Vor- & Nachteile von Multi-Item-Skalen
Vorteile von Multi-Item-Skalen sind zum einen, dass komplexe Konstrukte erfasst werden können. Zum anderen wird bei der Erfassung oftmals nicht nur ein Konstrukt selbst erfasst, sondern auch inhaltlich verschiedene Facetten/ Faktoren, die zur Messung des latenten Konstrukts dienen. Zudem werden durch die Verwendung einer Vielzahl von Items Messfehler relativiert.
Allerdings haben Multi-Item-Skalen nicht nur Vorteile, sondern auch Nachteile. Die Vielzahl an Indikatoren in einer Multi-Item-Skala bedeutet für die Probanden einen hohen Zeitaufwand. Viele Probanden wollen allerdings nicht so viel Zeit mit der Beantwortung der Fragen verbringen und brechen die Umfrage unter Umständen ab. Darüber hinaus führen zu viele Fragen zu mangelnder Konzentration. Die Folgen sind oftmals indifferente und fehlerhafte Antworten. Ein weiterer Nachteil ist, dass viele und oftmals gleichklingende Items zur Ermüdung und ebenfalls zu mangelnder Konzentration der Umfrageteilnehmer führen. Letztlich ist das Erstellen einer Skala teilweise mit sehr hohen Kosten verbunden.
Schluss
Latente Konstrukte wirken oft abschreckend, da sie auf den ersten Blick kompliziert, komplex und noch dazu nicht direkt messbar sind. Dennoch gibt es Möglichkeiten diese Sachverhalte greifbar und für wissenschaftliche Arbeiten verwendbar zu machen.
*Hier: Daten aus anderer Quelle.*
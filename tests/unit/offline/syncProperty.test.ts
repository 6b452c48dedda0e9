import fc from 'fast-check'
import { describe, expect, it } from 'vitest'
import { createSyncer, readPieceState, recordStep } from '../../../offline'
import { deviceWithPiece, fakeSyncServer, type FakeFailure } from '../../support/offline'

const totalRows = 40

// A knitting session: taps (as fractions, so every generated step is valid at any place),
// flushes at random points, and a network that fails in every way it can.
const action = fc.oneof(
  fc.record({ type: fc.constant('step' as const), kind: fc.constantFrom('advance', 'back', 'jump'), pick: fc.double({ min: 0, max: 1, noNaN: true }) }),
  fc.record({
    type: fc.constant('flush' as const),
    failure: fc.constantFrom<FakeFailure | 'ok'>('ok', 'ok', 'network', 'lost-answer', 500, 503),
    // Not awaited: the knitter keeps tapping while the request is out.
    background: fc.boolean(),
  }),
)

function targetRow(kind: 'advance' | 'back' | 'jump', from: number, pick: number): number | null {
  // pick may be exactly 1: keep advance ≤ totalRows and back < from.
  if (kind === 'advance') return from < totalRows ? Math.min(totalRows, from + 1 + Math.floor(pick * (totalRows - from))) : null
  if (kind === 'back') return from > 0 ? Math.min(from - 1, Math.floor(pick * from)) : null
  return Math.round(pick * totalRows)
}

describe('sync, by property', () => {
  it('ends with the server at the device\'s place and every event stored exactly once', async () => {
    await fc.assert(fc.asyncProperty(
      fc.integer({ min: 0, max: totalRows }),
      fc.array(action, { maxLength: 60 }),
      fc.integer({ min: 1, max: 7 }),
      async (start, actions, batchSize) => {
        const db = await deviceWithPiece({ completedRows: start, totalRows, version: 3 })
        const server = fakeSyncServer({ 1: { completedRows: start, version: 3 } })
        const syncer = createSyncer({ db, fetch: server.fetch, batchSize, random: () => 0 })
        const made: string[] = []
        const inflight: Promise<unknown>[] = []
        let place = start
        for (const a of actions) {
          if (a.type === 'flush') {
            server.failures.push(a.failure)
            if (a.background) inflight.push(syncer.flush())
            else await syncer.flush()
            continue
          }
          const to = targetRow(a.kind, place, a.pick)
          if (to === null) continue
          made.push((await recordStep(db, 1, { kind: a.kind, to, totalRows })).event.id)
          place = to
        }
        await Promise.all(inflight)
        server.failures.length = 0 // a failure meant for a flush that had nothing to send
        const final = await syncer.flush()
        expect(final.ok).toBe(true)
        const { progress, pending } = await readPieceState(db, 1)
        expect(pending).toBe(0)
        expect(progress?.completedRows).toBe(place)
        expect(server.piece().completedRows).toBe(place)
        // Stored once each, in device order, and every one applied: one device never conflicts with itself.
        expect([...server.stored.keys()]).toEqual(made)
        expect([...server.stored.values()].every(e => e.outcome === 'applied')).toBe(true)
        expect(server.piece().version).toBe(3 + made.length)
        expect((await syncer.state()).status).toBe('synced')
        db.close()
      },
    ), { numRuns: 150 })
  }, 120_000)
})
Der Artikel gibt einen kleinen Einblick in das Thema „latente Konstrukte“. Die beschriebenen Methoden sollen dabei helfen latente Konstrukte, ihre Bedeutung und richtige Umsetzung in Umfragen besser verständlich zu machen. Latente Konstrukte sind kein Hexenwerk, weshalb sie in Umfragen nicht vermieden werden sollten.